Using the data below, copy out all lines with the word "ended".

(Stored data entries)
──────────
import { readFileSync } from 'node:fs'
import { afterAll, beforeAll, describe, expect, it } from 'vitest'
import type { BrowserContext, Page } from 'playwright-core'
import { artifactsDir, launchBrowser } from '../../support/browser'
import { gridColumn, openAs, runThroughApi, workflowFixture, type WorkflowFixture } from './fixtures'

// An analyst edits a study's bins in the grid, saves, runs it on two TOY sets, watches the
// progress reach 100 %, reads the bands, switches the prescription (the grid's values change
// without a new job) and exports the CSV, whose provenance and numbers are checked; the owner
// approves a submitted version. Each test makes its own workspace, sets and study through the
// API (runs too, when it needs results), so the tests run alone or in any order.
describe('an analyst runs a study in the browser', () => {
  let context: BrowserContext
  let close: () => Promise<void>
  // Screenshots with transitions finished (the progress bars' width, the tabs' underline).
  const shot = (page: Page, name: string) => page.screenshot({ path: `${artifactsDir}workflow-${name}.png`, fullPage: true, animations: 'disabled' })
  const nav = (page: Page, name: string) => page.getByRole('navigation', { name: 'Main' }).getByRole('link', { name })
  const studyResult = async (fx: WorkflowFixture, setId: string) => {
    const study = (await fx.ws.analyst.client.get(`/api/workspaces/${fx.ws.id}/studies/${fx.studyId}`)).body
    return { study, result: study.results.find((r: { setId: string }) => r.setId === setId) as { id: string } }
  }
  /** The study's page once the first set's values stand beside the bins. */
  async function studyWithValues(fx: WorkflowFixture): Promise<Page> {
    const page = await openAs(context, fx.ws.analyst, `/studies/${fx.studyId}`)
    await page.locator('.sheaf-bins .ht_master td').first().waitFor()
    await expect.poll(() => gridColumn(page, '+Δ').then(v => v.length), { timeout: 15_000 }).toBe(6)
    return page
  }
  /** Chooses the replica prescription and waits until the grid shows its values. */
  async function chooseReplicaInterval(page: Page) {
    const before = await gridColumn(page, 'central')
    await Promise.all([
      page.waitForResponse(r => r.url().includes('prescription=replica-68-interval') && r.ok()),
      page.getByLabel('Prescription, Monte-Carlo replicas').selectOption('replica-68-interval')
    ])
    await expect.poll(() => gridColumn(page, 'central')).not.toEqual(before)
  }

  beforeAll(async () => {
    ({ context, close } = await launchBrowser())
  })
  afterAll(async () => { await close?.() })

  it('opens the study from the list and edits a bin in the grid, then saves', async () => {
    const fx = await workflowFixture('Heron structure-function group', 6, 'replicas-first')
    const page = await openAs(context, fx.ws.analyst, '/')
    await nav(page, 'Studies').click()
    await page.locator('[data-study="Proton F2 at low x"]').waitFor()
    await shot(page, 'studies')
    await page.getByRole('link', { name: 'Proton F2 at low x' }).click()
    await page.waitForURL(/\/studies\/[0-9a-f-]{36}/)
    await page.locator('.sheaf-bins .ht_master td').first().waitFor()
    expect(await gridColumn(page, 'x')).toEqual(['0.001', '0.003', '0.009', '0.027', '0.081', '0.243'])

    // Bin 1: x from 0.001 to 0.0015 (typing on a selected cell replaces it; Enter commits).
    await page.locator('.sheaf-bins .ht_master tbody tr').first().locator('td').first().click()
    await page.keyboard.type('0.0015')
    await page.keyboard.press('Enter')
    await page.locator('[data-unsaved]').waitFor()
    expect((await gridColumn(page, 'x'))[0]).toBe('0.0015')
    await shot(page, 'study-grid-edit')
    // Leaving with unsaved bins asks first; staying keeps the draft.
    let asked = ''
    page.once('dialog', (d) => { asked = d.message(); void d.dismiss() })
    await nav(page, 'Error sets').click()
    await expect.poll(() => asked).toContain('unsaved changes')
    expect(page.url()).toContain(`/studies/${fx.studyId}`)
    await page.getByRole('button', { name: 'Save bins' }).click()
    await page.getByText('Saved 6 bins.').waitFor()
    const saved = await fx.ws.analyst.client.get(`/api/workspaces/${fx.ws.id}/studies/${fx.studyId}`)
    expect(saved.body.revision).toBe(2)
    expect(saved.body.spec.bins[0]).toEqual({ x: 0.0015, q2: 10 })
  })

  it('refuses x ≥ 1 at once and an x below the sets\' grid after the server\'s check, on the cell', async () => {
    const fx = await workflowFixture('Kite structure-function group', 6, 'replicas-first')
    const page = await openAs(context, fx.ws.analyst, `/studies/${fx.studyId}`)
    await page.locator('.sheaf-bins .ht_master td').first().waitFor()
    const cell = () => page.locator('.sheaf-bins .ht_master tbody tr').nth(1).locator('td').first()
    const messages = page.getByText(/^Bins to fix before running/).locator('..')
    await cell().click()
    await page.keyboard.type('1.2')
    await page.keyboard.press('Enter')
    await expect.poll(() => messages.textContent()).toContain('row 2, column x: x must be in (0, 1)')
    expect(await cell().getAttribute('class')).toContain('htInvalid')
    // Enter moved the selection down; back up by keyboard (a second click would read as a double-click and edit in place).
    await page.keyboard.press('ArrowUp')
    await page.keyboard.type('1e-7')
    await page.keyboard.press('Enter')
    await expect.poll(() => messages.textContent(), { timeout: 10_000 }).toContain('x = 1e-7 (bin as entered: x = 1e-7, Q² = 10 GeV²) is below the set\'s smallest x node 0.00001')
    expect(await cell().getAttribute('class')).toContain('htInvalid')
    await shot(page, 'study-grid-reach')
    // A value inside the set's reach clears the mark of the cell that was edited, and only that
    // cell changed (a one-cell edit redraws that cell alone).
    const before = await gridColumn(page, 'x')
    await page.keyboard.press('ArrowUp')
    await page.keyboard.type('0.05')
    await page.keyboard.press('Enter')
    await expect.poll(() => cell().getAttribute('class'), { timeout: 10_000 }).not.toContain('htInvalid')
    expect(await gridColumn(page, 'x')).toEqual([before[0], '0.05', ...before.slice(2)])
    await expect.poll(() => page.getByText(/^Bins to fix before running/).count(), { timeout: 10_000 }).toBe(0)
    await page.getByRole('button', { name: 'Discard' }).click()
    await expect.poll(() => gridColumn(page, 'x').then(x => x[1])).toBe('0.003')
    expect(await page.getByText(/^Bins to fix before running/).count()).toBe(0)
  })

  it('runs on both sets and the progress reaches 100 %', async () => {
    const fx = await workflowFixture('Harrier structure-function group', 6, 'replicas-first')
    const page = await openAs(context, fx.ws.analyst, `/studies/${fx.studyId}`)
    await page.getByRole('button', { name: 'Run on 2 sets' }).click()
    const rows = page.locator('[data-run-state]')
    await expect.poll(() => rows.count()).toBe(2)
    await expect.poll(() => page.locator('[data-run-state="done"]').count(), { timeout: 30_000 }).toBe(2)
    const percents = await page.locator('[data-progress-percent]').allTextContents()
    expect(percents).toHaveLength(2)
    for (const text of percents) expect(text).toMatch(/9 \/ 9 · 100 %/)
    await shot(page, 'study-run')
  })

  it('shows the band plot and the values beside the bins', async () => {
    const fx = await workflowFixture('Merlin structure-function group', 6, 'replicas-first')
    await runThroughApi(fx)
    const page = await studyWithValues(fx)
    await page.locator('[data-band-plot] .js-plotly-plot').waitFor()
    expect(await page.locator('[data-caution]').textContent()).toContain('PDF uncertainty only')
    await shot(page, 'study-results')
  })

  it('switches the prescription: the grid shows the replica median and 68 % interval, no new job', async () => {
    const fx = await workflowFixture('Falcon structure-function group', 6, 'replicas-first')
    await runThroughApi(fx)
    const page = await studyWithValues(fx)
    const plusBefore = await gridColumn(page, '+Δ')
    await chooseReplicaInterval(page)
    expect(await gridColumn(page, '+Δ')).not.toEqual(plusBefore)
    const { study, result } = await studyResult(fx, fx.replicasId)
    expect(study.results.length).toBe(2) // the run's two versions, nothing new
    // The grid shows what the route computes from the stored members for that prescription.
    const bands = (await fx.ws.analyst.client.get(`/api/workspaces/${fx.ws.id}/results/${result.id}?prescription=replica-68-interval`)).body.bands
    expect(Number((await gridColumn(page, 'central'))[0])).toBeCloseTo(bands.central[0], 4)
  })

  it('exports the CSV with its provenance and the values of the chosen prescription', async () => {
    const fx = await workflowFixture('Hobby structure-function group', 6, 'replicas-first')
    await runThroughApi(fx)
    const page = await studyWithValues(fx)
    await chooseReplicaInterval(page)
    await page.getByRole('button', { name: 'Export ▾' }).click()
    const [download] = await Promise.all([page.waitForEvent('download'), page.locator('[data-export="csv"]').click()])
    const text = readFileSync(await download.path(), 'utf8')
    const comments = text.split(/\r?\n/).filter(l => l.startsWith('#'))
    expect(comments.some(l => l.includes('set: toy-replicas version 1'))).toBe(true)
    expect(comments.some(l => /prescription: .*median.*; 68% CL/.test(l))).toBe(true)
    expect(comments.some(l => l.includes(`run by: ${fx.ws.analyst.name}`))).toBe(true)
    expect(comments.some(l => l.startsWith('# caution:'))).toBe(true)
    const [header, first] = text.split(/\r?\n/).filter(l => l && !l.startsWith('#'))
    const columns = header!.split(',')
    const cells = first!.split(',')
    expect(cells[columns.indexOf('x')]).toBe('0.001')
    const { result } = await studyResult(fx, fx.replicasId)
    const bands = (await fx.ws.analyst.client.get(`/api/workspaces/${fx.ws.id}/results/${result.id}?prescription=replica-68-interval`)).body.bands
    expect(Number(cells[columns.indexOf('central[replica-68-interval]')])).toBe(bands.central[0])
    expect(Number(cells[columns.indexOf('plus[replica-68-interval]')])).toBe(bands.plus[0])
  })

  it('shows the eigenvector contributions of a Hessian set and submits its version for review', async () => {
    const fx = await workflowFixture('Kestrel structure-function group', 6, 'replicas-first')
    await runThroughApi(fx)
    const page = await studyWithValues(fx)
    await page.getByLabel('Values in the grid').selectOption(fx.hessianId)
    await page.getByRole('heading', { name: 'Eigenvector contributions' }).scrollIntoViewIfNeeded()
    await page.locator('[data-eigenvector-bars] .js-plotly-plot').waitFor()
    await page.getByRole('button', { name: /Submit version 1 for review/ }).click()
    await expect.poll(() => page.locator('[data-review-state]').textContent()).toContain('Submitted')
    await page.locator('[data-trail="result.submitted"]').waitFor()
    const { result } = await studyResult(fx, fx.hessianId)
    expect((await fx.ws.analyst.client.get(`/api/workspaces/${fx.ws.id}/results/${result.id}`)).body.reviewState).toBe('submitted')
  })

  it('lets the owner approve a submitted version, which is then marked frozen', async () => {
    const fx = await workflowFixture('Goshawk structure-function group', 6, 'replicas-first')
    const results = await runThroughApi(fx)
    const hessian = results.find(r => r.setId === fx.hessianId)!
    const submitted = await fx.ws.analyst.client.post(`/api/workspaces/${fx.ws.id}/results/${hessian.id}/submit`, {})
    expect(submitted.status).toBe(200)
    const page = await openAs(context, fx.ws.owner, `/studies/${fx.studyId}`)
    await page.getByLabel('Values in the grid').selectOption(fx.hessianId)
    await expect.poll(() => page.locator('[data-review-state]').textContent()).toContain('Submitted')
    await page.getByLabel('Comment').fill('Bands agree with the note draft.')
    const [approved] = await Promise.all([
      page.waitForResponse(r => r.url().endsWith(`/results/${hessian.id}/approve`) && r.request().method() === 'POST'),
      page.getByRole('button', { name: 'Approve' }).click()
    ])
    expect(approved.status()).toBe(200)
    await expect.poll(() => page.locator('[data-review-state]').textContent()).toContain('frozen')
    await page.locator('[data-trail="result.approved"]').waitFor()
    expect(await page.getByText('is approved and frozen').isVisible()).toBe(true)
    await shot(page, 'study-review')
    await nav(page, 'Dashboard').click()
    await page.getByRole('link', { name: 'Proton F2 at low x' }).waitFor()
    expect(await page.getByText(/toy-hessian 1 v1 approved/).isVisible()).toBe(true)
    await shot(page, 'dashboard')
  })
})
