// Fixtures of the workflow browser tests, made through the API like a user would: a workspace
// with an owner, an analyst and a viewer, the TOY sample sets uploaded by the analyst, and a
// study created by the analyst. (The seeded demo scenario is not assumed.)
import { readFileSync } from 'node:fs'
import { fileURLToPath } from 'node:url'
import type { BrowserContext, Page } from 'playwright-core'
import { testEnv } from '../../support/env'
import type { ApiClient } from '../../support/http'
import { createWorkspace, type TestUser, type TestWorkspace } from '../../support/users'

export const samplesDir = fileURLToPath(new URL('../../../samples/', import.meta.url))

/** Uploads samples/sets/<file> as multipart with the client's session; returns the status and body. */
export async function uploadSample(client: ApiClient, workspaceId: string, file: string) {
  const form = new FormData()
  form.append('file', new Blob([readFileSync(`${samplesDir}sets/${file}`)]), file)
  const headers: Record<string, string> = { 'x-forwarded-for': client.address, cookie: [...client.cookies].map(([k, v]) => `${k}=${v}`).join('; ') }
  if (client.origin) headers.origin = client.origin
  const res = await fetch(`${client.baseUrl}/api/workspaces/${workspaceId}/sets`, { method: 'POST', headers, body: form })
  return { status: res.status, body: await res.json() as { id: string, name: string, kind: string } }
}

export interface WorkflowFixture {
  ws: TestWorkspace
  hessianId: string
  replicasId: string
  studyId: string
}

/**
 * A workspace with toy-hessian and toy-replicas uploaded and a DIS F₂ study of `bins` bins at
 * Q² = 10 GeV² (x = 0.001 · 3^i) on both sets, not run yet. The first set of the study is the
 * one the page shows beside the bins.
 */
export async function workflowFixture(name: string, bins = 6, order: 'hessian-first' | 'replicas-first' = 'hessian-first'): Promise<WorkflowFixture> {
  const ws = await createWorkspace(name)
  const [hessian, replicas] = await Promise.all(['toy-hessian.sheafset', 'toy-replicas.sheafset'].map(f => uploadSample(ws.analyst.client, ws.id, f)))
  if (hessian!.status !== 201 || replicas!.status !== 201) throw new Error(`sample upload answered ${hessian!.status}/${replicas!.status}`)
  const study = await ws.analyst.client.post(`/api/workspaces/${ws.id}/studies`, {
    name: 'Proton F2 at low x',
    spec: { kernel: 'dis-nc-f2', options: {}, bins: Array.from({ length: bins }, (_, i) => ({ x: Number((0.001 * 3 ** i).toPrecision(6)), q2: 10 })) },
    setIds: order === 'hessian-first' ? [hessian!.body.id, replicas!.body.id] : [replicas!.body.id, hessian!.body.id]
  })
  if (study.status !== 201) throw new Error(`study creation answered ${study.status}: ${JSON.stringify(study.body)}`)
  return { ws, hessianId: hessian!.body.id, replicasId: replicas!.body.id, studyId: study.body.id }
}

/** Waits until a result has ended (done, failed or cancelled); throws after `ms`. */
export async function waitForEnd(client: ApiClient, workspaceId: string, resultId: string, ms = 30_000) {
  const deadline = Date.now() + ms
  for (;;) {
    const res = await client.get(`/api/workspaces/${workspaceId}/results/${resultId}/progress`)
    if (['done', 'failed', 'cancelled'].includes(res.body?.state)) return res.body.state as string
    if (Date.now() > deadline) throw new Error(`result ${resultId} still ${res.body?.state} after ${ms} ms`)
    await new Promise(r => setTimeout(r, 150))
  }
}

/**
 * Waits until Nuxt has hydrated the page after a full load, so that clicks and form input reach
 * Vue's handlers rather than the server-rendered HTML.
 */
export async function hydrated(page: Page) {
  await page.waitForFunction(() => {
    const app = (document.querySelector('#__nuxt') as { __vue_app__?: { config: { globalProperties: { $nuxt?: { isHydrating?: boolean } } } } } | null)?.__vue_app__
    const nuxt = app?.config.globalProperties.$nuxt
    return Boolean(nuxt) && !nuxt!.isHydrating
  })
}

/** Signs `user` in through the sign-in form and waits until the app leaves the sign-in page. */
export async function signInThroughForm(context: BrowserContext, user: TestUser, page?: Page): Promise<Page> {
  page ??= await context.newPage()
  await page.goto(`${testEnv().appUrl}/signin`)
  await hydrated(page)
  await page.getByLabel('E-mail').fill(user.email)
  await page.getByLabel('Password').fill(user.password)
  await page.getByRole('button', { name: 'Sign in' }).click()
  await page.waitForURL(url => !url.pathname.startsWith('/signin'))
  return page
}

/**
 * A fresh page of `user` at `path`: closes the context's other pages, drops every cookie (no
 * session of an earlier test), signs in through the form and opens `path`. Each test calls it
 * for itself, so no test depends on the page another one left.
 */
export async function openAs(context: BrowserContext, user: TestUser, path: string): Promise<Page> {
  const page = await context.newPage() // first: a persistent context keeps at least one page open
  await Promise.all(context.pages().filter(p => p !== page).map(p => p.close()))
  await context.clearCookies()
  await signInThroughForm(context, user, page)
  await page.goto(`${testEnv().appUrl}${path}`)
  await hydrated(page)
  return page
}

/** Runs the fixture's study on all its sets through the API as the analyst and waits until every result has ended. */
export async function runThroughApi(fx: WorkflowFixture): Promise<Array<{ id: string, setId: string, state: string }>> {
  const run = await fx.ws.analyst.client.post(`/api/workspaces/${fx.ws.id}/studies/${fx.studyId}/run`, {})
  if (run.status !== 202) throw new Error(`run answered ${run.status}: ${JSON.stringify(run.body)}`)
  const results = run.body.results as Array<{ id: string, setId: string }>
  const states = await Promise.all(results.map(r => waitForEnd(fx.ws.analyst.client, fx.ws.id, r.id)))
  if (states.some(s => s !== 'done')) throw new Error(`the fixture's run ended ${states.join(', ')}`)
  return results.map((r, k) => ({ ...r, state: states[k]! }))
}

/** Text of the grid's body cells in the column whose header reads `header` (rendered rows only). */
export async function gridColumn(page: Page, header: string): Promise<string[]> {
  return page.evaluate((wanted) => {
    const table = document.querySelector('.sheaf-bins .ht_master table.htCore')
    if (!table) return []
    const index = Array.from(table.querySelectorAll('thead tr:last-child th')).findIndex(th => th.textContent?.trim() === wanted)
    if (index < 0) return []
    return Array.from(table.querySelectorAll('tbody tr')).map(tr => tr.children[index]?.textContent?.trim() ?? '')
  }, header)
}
──────────
* _Result of the task_
/** Waits until a result has ended (done, failed or cancelled); throws after `ms`. */
/** Runs the fixture's study on all its sets through the API as the analyst and waits until every result has ended. */
  if (states.some(s => s !== 'done')) throw new Error(`the fixture's run ended ${states.join(', ')}`)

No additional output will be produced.